Dissapointing to see all these “10” lists where they’re unable to put all 10 on one damn page. Yeah, I know, we’re supposed to click thru but I read your list instead ;-)
That was outrageous. No explanation, just silence. No access to e-mail for about 5 long days. Good bye, Yahoo. I'm not looking back.
All the Windows 8 start button is missing is the start menu. !GIANT THUD!
I don’t get how “healthcare dot gov” qualifies as ‘technology’?
Yes, disappointment factor is high, but c’mon!
Wow. We don’t have any of those things. I guess it’s one of the up-sides of being retired; keeping up with technology is no longer required or expected.
“Still no FTL travel, teleporter technology, flying cars, vacation trips to Moonbase one or anti grav units that I was promised when I was a kid “
No battery yet that weighs five pounds and will power my whole house for a year before it needs recharging.
“Having seen how people drive on regular roads, Ive taken flying cars off my list of techno-wants.”
But, but, but they seemed to work just fine for the Jetsons.
“Good bye, Yahoo. I’m not looking back. “
Good to dump yahoo anyway: they still refuse to support IMAP for free, which most people now need because of the prevalence of reading email on multiple devices.
11. Flying cars delayed again.
Yeah but, you’re frickin weird. So, of course, it would appeal to you.
I like Win 8.1, but I also have an RT tablet and don’t get its reason for existence. RT is just not ready for prime time and I don’t understand why MS wasted development time on it. They should have just stuck with Win 8 which is a nice OS once you get the hang of it.
Popular Mechanics illustrators unfazed.
Wow. She pulled her head out of her a** and still needs that contraption ?
Surprising also is his highness, HG, didn’t get in on some sort of beat down on this thread.
You duh man!!! HG
When was this?
I have a yahoo acct but, rarely use it, as it is not secure.
Dec 4 through Dec 9.
The Obama regime and its policies have caused significant cutbacks in personnel assigned to the monitoring of blogpimps.
It's rough times all around.
Sorry, Dec 9th through the 14th. Not my main e-mail account, but one I transact business with. Five days without being able to see or to respond to e-mails from this account. Totally unreliable in my book and therefore they’re gone for my purposes. Already switched over.
I’m not even that old but, I prefer the Windows® 3.11 to NT menus .
I still prefer to rummaged through that black screen stuff and make changes at the root as well.
The Win 8 thing is their version Appleware that doesn’t give most user total control.
It’s more their evolution from DOS to GUI and of course their always lame attempt to emulate some sort of Apple experience.
But, thank God we don’t have to use a printing press to disseminate our voluminous knowledge here at FR.
I was asleep that week....
You just lazy...
Happy New Year.
You got jobs lined up?
I heard from an investment banker that truck routes are now at 70% use.
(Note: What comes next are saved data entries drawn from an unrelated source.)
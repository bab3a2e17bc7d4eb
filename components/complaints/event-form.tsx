import { RecordEventForm, type RecordEventFormProps } from '@/components/records/record-event-form';

/* A complaint lifecycle action: the shared record event form (reason, signature block, errors beside fields). */

export type ComplaintEventFormProps = Omit<RecordEventFormProps, 'recordId'> & { complaintId: number };

export function ComplaintEventForm({ complaintId, ...props }: ComplaintEventFormProps) {
  return <RecordEventForm recordId={complaintId} {...props} />;
}
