import { cleanRichTextForSaving, richTextToPlainText } from '../rich-text/sanitize';

/*
 * Evidence of completion of a CAPA action: rich text from the editor, cleaned before it is saved
 * and shown. Pure: used by the command on the server and by the pages to show it.
 */

/** At least a short sentence of readable text: "done" proves nothing (21 CFR 820.100(a)(7)). */
export const evidenceMinChars = 10;

/**
 * capa_actions.evidence and the audit entry that carries it whole (21 CFR 11.10(e)) are TEXT columns
 * (65,535 bytes); the audit entry holds the text JSON-escaped beside the other changed fields, so the
 * saved evidence stays well under half of that.
 */
export const evidenceMaxBytes = 30_000;

export const evidenceEmptyMessage = `Describe the evidence that the action was done (${evidenceMinChars} characters at least).`;
export const evidenceTooLongMessage = `The evidence is too long for the record (over ${evidenceMaxBytes.toLocaleString('en-US')} characters of formatted text). Attach longer documents as files in the Evidence section.`;

export type CleanedEvidence = { ok: true; html: string } | { ok: false; message: string };

/** The evidence as it will be saved: allow-listed HTML, not empty, not longer than the record holds. */
export function cleanEvidence(raw: string): CleanedEvidence {
  const cleaned = cleanRichTextForSaving(raw);
  if (!cleaned.ok) return { ok: false, message: evidenceTooLongMessage };
  if (cleaned.empty || richTextToPlainText(cleaned.html).length < evidenceMinChars) return { ok: false, message: evidenceEmptyMessage };
  if (new TextEncoder().encode(cleaned.html).length > evidenceMaxBytes) return { ok: false, message: evidenceTooLongMessage };
  return { ok: true, html: cleaned.html };
}

const startsWithBlock = /^\s*<(?:p|h[1-6]|ul|ol|table|blockquote|pre|hr|div)\b/i;

/**
 * Evidence written before it was rich text is plain text with line breaks. It becomes one paragraph
 * per line, and angle brackets in it stay text ("pressure < 9 inHg"). Entities are left alone: text
 * saved through cleanRichTextForSaving already holds "&lt;", and the view's sanitiser encodes a bare "&".
 */
export function evidenceAsHtml(stored: string): string {
  if (startsWithBlock.test(stored)) return stored;
  return stored
    .split(/\r?\n/)
    .map((line) => line.trim())
    .filter((line) => line !== '')
    .map((line) => `<p>${line.replace(/</g, '&lt;').replace(/>/g, '&gt;')}</p>`)
    .join('');
}
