import Link from 'next/link';
import type { ReactNode } from 'react';
import type { ComplaintTrendsDto } from '@/lib/complaints/trending';

/*
 * The trend tables: by category, product and lot, each with its count, the units shipped behind its
 * rate and the rate per million. Repeat lots carry a written flag, not a colour alone.
 */

const count = new Intl.NumberFormat('en-US');
const th = 'px-3 py-2 font-semibold';
const td = 'px-3 py-2';

function Rate({ value }: { value: number | null }) {
  return value === null ? <span className="text-ink-600">No units shipped on record</span> : <span className="tabular-nums">{value.toFixed(2)}</span>;
}

function TableShell({ caption, minWidth, head, children }: { caption: string; minWidth: string; head: ReactNode; children: ReactNode }) {
  return (
    <div className="overflow-x-auto rounded-lg border border-ink-200 bg-white">
      <table className={`w-full ${minWidth} border-collapse text-left`}>
        <caption className="sr-only">{caption}</caption>
        <thead className="bg-ink-100 text-sm text-ink-700">
          <tr>{head}</tr>
        </thead>
        <tbody>{children}</tbody>
      </table>
    </div>
  );
}

function Empty({ children }: { children: ReactNode }) {
  return <p className="rounded-md border border-dashed border-ink-300 bg-white px-4 py-3 text-ink-600">{children}</p>;
}

export function CategoryTable({ trends }: { trends: ComplaintTrendsDto }) {
  if (trends.categories.length === 0) return <Empty>No complaints received in these months.</Empty>;
  return (
    <TableShell
      caption="Complaints by category"
      minWidth="min-w-[36rem]"
      head={
        <>
          <th scope="col" className={th}>Category</th>
          <th scope="col" className={`${th} text-right`}>Complaints</th>
          <th scope="col" className={`${th} text-right`}>Adverse events (serious)</th>
          <th scope="col" className={`${th} text-right`}>Per million units</th>
        </>
      }
    >
      {trends.categories.map((c) => (
        <tr key={c.category ?? '(none)'} className="border-t border-ink-200">
          <th scope="row" className={`${td} font-semibold`}>
            {c.category === null ? <em className="font-semibold">{c.label}</em> : c.label}
          </th>
          <td className={`${td} text-right tabular-nums`}>{c.complaints}</td>
          <td className={`${td} text-right tabular-nums`}>
            {c.adverseEvents} ({c.seriousAdverseEvents})
          </td>
          <td className={`${td} text-right`}>
            <Rate value={c.ratePerMillion} />
          </td>
        </tr>
      ))}
    </TableShell>
  );
}

export function ProductTable({ trends }: { trends: ComplaintTrendsDto }) {
  if (trends.products.length === 0) return <Empty>No complaints and no lots made in these months.</Empty>;
  return (
    <TableShell
      caption="Complaints by product"
      minWidth="min-w-[40rem]"
      head={
        <>
          <th scope="col" className={th}>Product</th>
          <th scope="col" className={`${th} text-right`}>Complaints</th>
          <th scope="col" className={`${th} text-right`}>Lots made</th>
          <th scope="col" className={`${th} text-right`}>Units shipped</th>
          <th scope="col" className={`${th} text-right`}>Per million units</th>
        </>
      }
    >
      {trends.products.map((p) => (
        <tr key={p.productId ?? '(none)'} className="border-t border-ink-200">
          <th scope="row" className={`${td} font-semibold`}>
            <span className="block">{p.label}</span>
            {p.code ? <span className="block text-sm font-normal text-ink-600">{p.code}</span> : null}
          </th>
          <td className={`${td} text-right tabular-nums`}>{p.complaints}</td>
          <td className={`${td} text-right tabular-nums`}>{p.productId === null ? '—' : p.lotsMade}</td>
          <td className={`${td} text-right tabular-nums`}>{p.productId === null ? '—' : count.format(p.units)}</td>
          <td className={`${td} text-right`}>
            {p.productId === null ? <span className="text-ink-600">No product to divide by</span> : <Rate value={p.ratePerMillion} />}
          </td>
        </tr>
      ))}
    </TableShell>
  );
}

export function LotTable({ trends, lotHref }: { trends: ComplaintTrendsDto; lotHref?: (lotNumber: string) => string }) {
  const { lots, unmatched } = trends;
  return (
    <div className="flex flex-col gap-3">
      {lots.length === 0 ? (
        <Empty>No complaint in these months names a lot on record.</Empty>
      ) : (
        <TableShell
          caption="Complaints by lot; lots with more than one complaint are flagged"
          minWidth="min-w-[48rem]"
          head={
            <>
              <th scope="col" className={th}>Lot</th>
              <th scope="col" className={th}>Product</th>
              <th scope="col" className={th}>Made on</th>
              <th scope="col" className={`${th} text-right`}>Units shipped</th>
              <th scope="col" className={`${th} text-right`}>Complaints (all)</th>
              <th scope="col" className={`${th} text-right`}>Per million units</th>
            </>
          }
        >
          {lots.map((l) => (
            <tr key={l.batchId} className={`border-t border-ink-200 ${l.repeat ? 'bg-warn-100' : ''}`}>
              <th scope="row" className={`${td} font-semibold whitespace-nowrap`}>
                {lotHref ? (
                  <Link href={lotHref(l.lotNumber)} className="inline-flex min-h-11 items-center underline underline-offset-4">
                    {l.lotNumber}
                  </Link>
                ) : (
                  l.lotNumber
                )}
                {l.repeat ? (
                  <span className="ml-2 inline-flex items-center gap-1 rounded-full border border-warn-700 bg-white px-2 text-sm font-semibold text-warn-700">
                    <span aria-hidden="true">⚑</span> Repeat lot
                  </span>
                ) : null}
              </th>
              <td className={td}>
                <span className="block">{l.productName}</span>
                <span className="block text-sm text-ink-600">{l.productCode}</span>
              </td>
              <td className={`${td} whitespace-nowrap tabular-nums`}>{l.manufacturedOn}</td>
              <td className={`${td} text-right tabular-nums`}>{count.format(l.unitsShipped)}</td>
              <td className={`${td} text-right tabular-nums`}>
                {l.complaints} ({l.complaintsAllTime})
              </td>
              <td className={`${td} text-right`}>
                <Rate value={l.ratePerMillion} />
              </td>
            </tr>
          ))}
        </TableShell>
      )}
      {trends.lotsWithComplaints > lots.length ? (
        <p className="text-sm text-ink-700">
          Showing the {lots.length} lots with the most complaints of {trends.lotsWithComplaints}; narrow the months to see the rest.
        </p>
      ) : null}
      <div className="rounded-md border border-ink-200 bg-white px-4 py-3">
        <h3 className="font-semibold">Lot not matched</h3>
        {unmatched.lotNotMatched + unmatched.noLotGiven === 0 ? (
          <p className="text-ink-700">{trends.totals.complaints === 0 ? 'None.' : 'Every complaint in these months names a lot on record.'}</p>
        ) : (
          <>
            <p className="text-ink-700">
              {unmatched.lotNotMatched} complaint{unmatched.lotNotMatched === 1 ? '' : 's'} gave a lot that matches no batch record;{' '}
              {unmatched.noLotGiven} gave no lot. They count in the months, categories and products, not in any lot.
            </p>
            {unmatched.reported.length > 0 ? (
              <ul className="mt-2 flex flex-wrap gap-2 text-sm">
                {unmatched.reported.map((r) => (
                  <li key={r.lot} className="rounded-full border border-ink-300 px-3 py-1">
                    <span className="font-semibold">{r.lot}</span> × {r.complaints}
                  </li>
                ))}
              </ul>
            ) : null}
          </>
        )}
      </div>
    </div>
  );
}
Where's my jet pack! Everybody was promised one at the 1964 Worlds Fair.
That’s too bad.
I know quite a few people use free accounts for transacting business and to my mind, this day and age, I can’t believe they don’t have their own web identity.
The newly monetized quote process makes up for some of the lost revenue.
I am partial to Windows 7.
DOS 5/6 - Liked it a lot, and learned tons from it.
Win 3.x - Was OK, but preferred OS/2 and Desqview.
Win 95 - Loved it.
Win 98 - Hated its guts!
Win NT 4 - LOVED IT!!!
Win 2k - Liked it too.
Win XP - Had a love affair with it, and am still using on some older seldom used machines.
Win Vista - Hated its guts!
Win 7 - Love it long time!!!
Win 8 - Will NOT use it for any reason without 3rd party functional start button.
Like barreled moonshine?
The Samsung Galaxy Gear may be a lot of things, but first generation isn’t one of them. A second generation launch without superior features over existing products over a year old was a predictable recipe for failure.